Accattone
Director: Pier Paolo Pasolini
Producer: Alfredo Bini, Cino Del Duca
Screenplay: Pier Paolo Pasolini, Sergio Citti
Cinematographer: Tonino Delli Colli
Editor: Nino Baragli
Cast: Franco Citti, Franca Pasut, Silvana Corsini
1961 | Italian | B/W | 117 mins.
In the slums of Rome, Vittorio ‘Accattone’ Cataldi supports himself as a pimp for his longtime girlfriend, Maddalena. When his meal ticket goes to jail after being assaulted by a pack of thugs, Accattone scrambles to survive, reduced to begging for food from his ex-wife, Ascenza. When he meets the virginal Stella, he sees a way back into his former profession
Pier Paolo Pasolini achieved fame and notoriety long before he entered the film industry. A published poet at 19, he had already written novels and essays before his first screenplay in 1954. His debut ‘Accattone’ (1961) was based on his own novel and caused a sensation. He was arrested in 1962 when his contribution to ‘Ro.Go.Pa.G.’ (1963) was considered blasphemous. ‘The Gospel According to St. Matthew’ (1964), which presented the Biblical story in a totally realistic style, was acclaimed as one of the few honest portrayals of Christ on screen.

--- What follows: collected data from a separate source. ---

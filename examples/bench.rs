//! Times the solvers on a seeded design of your shape against the floors of
//! their own work, measured in the same run.
//!
//! ```text
//! cargo run --release --features bench-support --example bench -- --rows 1000000 --cols 100
//! cargo run --release --features bench-support --example bench -- --rows 200000 --cols 50 --solvers qr,cholesky --threads 1 --json
//! ```
//!
//! Options: `--rows N` (default 100000), `--cols P` (default 50),
//! `--solvers a,b,...` (default: every solver in [`SOLVERS`]),
//! `--threads T` (default: rayon's global pool; otherwise every pass runs
//! inside a pool of T threads), `--repeats R` (timed rounds after one
//! warm-up, default 5; the median is reported), `--seed S`, `--no-intercept`,
//! `--no-baselines` (skip the straightforward versions), `--col-major` (store
//! the design column by column instead of row by row), `--json` (one JSON
//! object per line instead of the table), `--backend faer|lapack` (the
//! library of the `p x p` and stacked factorisations, see
//! `leastline::set_backend`; `lapack` needs the cargo feature
//! `lapack-openblas-system` or `lapack-openblas-static`; default: the
//! build's default, LAPACK when compiled in).
//!
//! Floors: `gram` is the symmetric Gram matrix of the centered, scaled design
//! with the target column, over row blocks in parallel (the work every
//! closed-form solver must at least do); `stream` is one read of the design
//! (the work of one gradient iteration). Each solver's ratio is to the floor
//! of its kind. Baselines (`obvious-*`) are the same methods written the
//! straightforward way with faer's high-level API on a column-major copy of
//! `[1 | X]` made before the clock starts (so the copy is not charged to
//! them; it is held through all the rounds, so with baselines the bench
//! holds the design twice). `extra` is the peak memory a run allocated
//! beyond what was live before it, counted by a global allocator in this
//! example.
//!
//! Rounds: every entry (floors, passes, solvers, baselines, state paths) runs
//! once to warm up, then `R` rounds each run every entry once, in the order
//! of the table. A ratio of two entries is the median over the rounds of the
//! ratio of their two runs in the same round, seconds apart, so that the
//! host's speed, which can move by a factor of two within minutes on a
//! shared machine, moves both sides of each ratio together.
//!
//! Physical limits, measured in the same run before the rows: the peak rate
//! of fused multiply-adds (a register-resident loop at each instruction set
//! the processor runs, AVX-512, AVX2 + FMA and the baseline; one thread and
//! every thread of the pool) and the read bandwidth (a parallel streaming
//! sum over a buffer of `--stream-mib` MiB, default 1024, far larger than
//! the caches). Every row then gets a limit: the seconds its own work takes
//! at those rates, `max(flops / peak, bytes / bandwidth)` with the peak of
//! the widest unit on every thread of the pool, and its ratio to that limit.
//! The work of each row, with `n` rows, `p` columns, `k = p + 1` (the
//! centered design with the target column), `c` unknowns of the baselines
//! (`p`, plus one with an intercept), `t` targets and `f = 8` bytes a value:
//!
//! | row | flops | bytes read |
//! |-----|-------|------------|
//! | `gram` | `n k (k + 1)` (the symmetric half) | `f n k` |
//! | `stream` | `n p` | `f n p` |
//! | `validate`, `fill` | `n p` | `f n k` |
//! | `residuals` | `2 n p` | `f n k` |
//! | `tsqr` | `2 n k^2 - 2 k^3 / 3` | `f n k` |
//! | `cholesky`, `ridge` | `n k (k + 1) + 2 n p` | `2 f n k` (Gram pass, residual pass) |
//! | `qr`, `qr-refined`, `svd` | `2 n k^2 - 2 k^3 / 3 + 2 n p` | `2 f n k` |
//! | `cholesky-state` | `n (p + t) (p + t + 1)` | `f n (p + t)` |
//! | `qr-state` | `2 n (p + t)^2 - 2 (p + t)^3 / 3` | `f n (p + t)` |
//! | `gradient-step` | `4 n p` | `f n k` |
//! | `accelerated` | `4 n p` per iteration run | `f n k` per iteration |
//! | `obvious-normal` | `2 n c^2 + 2 n c` | `f n (c + 1)` |
//! | `obvious-qr`, `obvious-svd` | `2 n c^2 - 2 c^3 / 3` | `f n (c + 1)` |
//! | `reference-svd` | `4 n c^2 - 4 c^3 / 3` (bidiagonalisation) | `f n (c + 1)` |
//!
//! Only the terms that grow with `n` (and the leading cubic term of the
//! factorisations) are counted, so every limit is a lower bound on the
//! time of that work on this machine.
//!
//! Many targets and blocks: `--targets K` fits `K` targets over the one
//! design through the fit states (`qr-state`, `cholesky-state`; target
//! `t` is the seeded target plus `t / 10` times column `t mod p`), timed
//! beside the same states with one target; `--blocks B` (default 64) splits
//! the rows into `B` consecutive blocks, each absorbed into its own state in
//! parallel through the public [`leastline::FitState`] API, the states
//! merged in a fixed binary tree (the same tree on any thread count) and
//! finished. `--reference` adds `reference-svd`, a general-purpose float64
//! library's one-call least-squares solve (nalgebra's `SVD::solve` on the
//! dense `[1 | X]`, single-threaded as that library runs; timed once after
//! the matrix is built, since one run takes many seconds on large shapes).

use std::alloc::{GlobalAlloc, Layout, System};
use std::sync::atomic::{AtomicUsize, Ordering};
use std::time::Instant;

Pasolini’s film career would then alternate distinctly personal and often scandalously erotic adaptations of classic literary texts: ‘Oedipus Rex’ (1967); ‘The Decameron’ (1971); ‘The Canterbury Tales’ (1972) and ‘Arabian Nights’ (1974) with his own more personal projects, expressing his controversial views on Marxism, atheism, fascism and homosexuality, notably, ‘Pigsty’ and ‘120 Days of Sodom’ (1975), a relentlessly grim fusion of Mussolini’s Fascist Italy with the ‘Marquis de Sade’ which was banned in Italy and other countries. Pasolini was murdered in still-mysterious circumstances shortly after completing the film.